Items from a data source
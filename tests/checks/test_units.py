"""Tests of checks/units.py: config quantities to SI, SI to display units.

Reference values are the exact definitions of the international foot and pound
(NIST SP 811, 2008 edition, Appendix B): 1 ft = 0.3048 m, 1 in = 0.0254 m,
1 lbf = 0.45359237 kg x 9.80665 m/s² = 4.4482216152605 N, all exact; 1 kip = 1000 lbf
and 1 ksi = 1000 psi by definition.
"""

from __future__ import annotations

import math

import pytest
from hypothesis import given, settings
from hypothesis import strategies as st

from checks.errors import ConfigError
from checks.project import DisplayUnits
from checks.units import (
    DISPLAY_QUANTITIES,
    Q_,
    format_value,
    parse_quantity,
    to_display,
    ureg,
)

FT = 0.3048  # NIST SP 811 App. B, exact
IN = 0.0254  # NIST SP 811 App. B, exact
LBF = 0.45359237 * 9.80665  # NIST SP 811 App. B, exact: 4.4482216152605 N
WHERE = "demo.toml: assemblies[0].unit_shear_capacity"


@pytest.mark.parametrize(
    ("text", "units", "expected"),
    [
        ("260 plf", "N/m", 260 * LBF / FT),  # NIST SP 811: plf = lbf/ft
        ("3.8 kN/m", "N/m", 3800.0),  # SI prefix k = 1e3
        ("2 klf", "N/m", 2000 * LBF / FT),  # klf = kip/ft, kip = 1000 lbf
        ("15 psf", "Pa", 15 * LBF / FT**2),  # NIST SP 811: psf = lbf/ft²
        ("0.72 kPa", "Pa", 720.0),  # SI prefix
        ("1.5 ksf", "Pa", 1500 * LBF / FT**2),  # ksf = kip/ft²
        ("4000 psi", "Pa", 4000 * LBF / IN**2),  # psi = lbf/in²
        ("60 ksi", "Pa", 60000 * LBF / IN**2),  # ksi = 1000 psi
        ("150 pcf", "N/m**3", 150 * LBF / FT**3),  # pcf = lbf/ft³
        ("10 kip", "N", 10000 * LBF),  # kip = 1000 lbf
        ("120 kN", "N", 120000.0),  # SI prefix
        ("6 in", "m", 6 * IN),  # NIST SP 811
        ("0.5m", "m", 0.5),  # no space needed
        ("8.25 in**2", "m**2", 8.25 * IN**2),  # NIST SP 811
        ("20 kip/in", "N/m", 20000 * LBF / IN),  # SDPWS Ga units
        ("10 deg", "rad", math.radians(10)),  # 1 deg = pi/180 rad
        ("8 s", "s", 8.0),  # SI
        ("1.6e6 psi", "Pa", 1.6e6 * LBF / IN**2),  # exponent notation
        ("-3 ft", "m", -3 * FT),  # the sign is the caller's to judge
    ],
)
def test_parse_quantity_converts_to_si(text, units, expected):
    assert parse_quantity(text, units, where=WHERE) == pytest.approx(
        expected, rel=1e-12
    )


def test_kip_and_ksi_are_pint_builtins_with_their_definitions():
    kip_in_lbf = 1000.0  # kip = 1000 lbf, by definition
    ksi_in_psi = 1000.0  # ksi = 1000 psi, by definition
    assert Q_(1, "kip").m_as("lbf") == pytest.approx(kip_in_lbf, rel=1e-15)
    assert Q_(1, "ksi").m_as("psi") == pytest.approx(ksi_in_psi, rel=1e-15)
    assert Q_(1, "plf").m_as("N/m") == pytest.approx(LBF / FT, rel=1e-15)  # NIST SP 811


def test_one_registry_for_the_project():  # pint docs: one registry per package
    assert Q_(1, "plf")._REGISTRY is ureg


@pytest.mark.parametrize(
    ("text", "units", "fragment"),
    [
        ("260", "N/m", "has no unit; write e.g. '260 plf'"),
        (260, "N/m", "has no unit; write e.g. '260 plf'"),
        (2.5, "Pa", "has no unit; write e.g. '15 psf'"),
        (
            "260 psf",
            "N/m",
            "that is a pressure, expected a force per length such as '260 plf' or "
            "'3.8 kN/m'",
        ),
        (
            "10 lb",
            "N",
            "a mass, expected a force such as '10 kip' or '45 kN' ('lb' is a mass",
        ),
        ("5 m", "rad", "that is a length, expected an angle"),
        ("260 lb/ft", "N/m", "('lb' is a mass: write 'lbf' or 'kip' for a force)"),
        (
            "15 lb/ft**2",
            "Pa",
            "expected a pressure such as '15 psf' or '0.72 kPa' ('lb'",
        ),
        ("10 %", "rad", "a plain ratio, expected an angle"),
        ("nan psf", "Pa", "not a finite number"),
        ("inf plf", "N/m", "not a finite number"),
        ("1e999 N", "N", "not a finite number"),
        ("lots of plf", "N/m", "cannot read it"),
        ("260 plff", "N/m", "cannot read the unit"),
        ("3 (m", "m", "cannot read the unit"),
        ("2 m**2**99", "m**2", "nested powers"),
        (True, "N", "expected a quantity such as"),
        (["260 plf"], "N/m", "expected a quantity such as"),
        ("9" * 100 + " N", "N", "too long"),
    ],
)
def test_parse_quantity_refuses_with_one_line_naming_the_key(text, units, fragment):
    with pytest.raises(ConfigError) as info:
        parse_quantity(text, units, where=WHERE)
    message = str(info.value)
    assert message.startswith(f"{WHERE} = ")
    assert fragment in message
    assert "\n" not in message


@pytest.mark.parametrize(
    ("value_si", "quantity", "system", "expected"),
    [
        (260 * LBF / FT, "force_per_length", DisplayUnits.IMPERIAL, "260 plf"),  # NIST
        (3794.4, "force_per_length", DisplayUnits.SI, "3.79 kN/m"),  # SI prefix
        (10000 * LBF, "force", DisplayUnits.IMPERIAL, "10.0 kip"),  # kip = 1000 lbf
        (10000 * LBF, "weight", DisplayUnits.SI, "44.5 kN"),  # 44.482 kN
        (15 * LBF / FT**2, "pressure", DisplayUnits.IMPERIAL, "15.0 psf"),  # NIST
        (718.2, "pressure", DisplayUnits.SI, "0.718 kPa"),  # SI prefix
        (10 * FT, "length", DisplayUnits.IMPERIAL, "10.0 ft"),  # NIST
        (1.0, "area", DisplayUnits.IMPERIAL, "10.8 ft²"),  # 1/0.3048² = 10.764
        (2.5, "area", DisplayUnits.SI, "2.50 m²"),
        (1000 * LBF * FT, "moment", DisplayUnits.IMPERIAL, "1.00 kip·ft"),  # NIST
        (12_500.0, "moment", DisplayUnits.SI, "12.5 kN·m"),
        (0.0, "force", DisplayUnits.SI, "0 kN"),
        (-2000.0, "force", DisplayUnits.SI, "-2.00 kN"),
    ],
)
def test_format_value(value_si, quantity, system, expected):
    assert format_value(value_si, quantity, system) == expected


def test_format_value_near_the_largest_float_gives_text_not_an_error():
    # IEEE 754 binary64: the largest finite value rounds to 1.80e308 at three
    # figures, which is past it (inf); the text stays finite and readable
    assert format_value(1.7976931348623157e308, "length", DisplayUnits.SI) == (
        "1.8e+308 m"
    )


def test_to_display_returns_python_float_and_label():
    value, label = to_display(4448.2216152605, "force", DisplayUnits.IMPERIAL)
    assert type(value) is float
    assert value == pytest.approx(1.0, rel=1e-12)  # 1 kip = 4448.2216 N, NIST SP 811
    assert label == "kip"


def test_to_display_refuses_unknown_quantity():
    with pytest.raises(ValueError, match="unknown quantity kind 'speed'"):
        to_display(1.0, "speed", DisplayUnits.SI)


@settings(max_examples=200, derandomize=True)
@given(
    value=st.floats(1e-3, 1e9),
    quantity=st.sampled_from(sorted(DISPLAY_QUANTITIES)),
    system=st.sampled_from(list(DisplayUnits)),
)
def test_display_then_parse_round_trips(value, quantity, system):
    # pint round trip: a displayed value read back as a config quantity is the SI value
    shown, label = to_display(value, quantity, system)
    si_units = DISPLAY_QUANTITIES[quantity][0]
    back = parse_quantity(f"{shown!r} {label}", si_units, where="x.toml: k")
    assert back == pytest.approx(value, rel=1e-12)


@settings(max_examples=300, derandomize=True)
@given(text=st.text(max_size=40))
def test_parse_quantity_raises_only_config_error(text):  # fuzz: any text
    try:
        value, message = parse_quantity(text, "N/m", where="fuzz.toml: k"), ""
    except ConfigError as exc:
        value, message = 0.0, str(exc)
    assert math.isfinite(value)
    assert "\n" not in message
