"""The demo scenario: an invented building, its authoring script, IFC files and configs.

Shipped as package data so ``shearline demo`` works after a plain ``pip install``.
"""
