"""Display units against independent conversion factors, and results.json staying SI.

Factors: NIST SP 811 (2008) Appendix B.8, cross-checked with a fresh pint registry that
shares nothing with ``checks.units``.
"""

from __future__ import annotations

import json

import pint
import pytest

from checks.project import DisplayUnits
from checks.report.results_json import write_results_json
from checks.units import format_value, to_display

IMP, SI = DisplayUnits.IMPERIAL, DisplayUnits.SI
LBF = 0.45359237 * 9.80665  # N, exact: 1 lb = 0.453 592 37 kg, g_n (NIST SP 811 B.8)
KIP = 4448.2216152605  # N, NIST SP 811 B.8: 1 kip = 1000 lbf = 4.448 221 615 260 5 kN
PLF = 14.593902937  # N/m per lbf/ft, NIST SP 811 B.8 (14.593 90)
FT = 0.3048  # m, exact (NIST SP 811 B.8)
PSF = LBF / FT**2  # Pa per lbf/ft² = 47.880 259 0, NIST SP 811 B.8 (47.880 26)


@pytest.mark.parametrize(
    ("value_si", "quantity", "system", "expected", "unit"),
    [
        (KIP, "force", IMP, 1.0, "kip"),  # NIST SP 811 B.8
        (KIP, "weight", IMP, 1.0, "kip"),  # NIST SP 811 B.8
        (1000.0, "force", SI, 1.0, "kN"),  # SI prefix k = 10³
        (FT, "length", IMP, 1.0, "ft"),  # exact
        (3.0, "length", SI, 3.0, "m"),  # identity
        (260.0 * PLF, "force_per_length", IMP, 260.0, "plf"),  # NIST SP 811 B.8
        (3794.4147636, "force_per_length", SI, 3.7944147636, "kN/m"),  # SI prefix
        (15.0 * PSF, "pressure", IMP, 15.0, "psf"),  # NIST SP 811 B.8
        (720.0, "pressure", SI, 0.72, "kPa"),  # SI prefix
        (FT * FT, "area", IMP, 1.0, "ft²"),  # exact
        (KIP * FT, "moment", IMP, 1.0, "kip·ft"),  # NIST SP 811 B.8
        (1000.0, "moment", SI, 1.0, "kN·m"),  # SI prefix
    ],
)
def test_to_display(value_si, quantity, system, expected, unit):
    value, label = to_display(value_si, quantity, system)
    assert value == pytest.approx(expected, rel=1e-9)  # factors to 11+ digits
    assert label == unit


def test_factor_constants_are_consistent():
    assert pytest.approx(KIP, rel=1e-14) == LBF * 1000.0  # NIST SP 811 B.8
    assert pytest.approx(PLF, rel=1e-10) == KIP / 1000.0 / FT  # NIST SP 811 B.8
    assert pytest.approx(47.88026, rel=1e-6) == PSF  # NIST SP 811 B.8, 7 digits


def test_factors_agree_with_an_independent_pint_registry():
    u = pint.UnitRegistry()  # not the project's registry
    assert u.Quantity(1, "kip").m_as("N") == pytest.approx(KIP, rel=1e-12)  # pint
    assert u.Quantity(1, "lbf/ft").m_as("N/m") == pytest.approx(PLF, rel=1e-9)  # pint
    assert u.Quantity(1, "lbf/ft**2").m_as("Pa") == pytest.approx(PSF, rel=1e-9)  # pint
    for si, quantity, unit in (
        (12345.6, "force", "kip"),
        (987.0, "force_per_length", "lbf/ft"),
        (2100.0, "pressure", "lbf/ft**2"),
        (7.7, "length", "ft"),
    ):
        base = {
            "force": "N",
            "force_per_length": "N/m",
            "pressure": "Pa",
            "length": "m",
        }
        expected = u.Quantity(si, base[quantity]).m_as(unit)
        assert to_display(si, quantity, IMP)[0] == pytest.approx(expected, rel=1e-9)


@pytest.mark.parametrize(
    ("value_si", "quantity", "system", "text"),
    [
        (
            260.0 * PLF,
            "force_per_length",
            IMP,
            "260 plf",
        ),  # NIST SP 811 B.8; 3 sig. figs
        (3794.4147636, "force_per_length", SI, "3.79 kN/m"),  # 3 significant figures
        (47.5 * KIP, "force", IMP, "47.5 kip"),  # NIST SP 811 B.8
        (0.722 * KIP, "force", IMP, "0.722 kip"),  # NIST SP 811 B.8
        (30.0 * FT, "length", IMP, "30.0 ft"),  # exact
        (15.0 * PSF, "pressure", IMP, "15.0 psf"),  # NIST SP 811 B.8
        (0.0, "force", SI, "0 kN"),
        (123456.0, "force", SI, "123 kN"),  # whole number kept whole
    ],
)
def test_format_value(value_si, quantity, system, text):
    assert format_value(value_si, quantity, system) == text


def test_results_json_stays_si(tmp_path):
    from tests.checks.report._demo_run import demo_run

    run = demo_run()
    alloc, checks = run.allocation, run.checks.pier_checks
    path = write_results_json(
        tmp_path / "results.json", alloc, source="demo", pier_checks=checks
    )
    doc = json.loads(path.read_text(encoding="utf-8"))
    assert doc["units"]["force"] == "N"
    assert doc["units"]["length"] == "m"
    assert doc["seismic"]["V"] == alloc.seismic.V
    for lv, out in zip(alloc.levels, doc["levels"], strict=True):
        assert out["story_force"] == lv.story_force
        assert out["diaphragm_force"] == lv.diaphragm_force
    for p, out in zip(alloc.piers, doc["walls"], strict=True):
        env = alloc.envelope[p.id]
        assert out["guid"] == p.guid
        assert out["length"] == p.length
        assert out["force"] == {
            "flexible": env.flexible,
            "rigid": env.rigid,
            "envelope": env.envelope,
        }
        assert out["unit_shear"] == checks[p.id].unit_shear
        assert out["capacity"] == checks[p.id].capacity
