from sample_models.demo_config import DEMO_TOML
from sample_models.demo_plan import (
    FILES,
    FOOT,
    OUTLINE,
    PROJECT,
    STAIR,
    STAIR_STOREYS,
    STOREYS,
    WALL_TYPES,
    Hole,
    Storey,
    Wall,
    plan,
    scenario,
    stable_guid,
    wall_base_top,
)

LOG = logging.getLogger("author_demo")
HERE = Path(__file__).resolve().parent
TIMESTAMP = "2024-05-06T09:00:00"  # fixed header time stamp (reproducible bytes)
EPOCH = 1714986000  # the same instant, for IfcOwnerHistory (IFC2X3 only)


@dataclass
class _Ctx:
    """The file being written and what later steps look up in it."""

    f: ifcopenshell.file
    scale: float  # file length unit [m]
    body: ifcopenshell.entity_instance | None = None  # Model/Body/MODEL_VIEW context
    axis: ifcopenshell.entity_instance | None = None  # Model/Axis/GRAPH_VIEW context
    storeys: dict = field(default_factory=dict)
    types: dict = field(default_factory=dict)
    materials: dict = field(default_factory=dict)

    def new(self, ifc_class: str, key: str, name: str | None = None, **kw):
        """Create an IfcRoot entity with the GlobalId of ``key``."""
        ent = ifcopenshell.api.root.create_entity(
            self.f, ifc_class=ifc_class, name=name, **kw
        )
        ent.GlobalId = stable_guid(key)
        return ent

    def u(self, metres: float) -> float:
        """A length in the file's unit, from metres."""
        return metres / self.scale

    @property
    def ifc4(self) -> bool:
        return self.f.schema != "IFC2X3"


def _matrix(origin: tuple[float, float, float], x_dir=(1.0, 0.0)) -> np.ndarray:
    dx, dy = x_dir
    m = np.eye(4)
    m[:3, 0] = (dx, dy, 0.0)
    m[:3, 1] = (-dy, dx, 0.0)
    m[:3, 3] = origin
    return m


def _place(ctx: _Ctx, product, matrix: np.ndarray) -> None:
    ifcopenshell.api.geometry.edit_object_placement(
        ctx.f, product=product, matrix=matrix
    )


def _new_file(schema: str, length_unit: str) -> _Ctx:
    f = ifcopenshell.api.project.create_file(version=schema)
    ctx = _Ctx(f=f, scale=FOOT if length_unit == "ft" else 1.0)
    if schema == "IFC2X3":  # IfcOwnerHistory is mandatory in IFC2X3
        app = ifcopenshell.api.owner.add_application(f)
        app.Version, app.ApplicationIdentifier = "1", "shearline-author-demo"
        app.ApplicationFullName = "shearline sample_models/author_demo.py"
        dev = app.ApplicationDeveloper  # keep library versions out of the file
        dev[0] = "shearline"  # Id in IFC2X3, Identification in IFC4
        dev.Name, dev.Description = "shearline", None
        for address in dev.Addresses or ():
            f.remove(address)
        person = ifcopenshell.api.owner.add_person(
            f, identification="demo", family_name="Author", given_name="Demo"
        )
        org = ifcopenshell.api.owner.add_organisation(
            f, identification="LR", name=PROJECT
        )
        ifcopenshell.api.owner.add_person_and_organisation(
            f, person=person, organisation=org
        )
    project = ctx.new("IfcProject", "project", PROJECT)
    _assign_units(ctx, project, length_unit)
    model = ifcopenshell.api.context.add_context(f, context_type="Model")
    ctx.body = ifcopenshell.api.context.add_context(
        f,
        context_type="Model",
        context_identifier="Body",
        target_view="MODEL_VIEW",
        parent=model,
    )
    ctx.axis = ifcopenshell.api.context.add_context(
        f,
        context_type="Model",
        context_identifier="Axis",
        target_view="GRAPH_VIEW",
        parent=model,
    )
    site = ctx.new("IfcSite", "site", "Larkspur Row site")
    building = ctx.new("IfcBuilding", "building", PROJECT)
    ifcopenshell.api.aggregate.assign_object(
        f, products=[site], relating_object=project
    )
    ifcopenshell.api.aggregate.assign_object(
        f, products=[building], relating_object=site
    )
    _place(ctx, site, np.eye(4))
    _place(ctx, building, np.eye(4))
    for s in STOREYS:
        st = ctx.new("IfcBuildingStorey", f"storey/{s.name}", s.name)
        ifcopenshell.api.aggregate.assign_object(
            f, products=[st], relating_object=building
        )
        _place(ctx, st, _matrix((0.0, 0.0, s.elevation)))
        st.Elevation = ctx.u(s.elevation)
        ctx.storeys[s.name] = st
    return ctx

Goal of the exercise -
From the records above, give again exactly the lines running from the line with "assert to_display(si, quantity, IMP)[0]" to the line with "3 sig. figs", inclusive.

Output for this task -
        assert to_display(si, quantity, IMP)[0] == pytest.approx(expected, rel=1e-9)


@pytest.mark.parametrize(
    ("value_si", "quantity", "system", "text"),
    [
        (
            260.0 * PLF,
            "force_per_length",
            IMP,
            "260 plf",
        ),  # NIST SP 811 B.8; 3 sig. figs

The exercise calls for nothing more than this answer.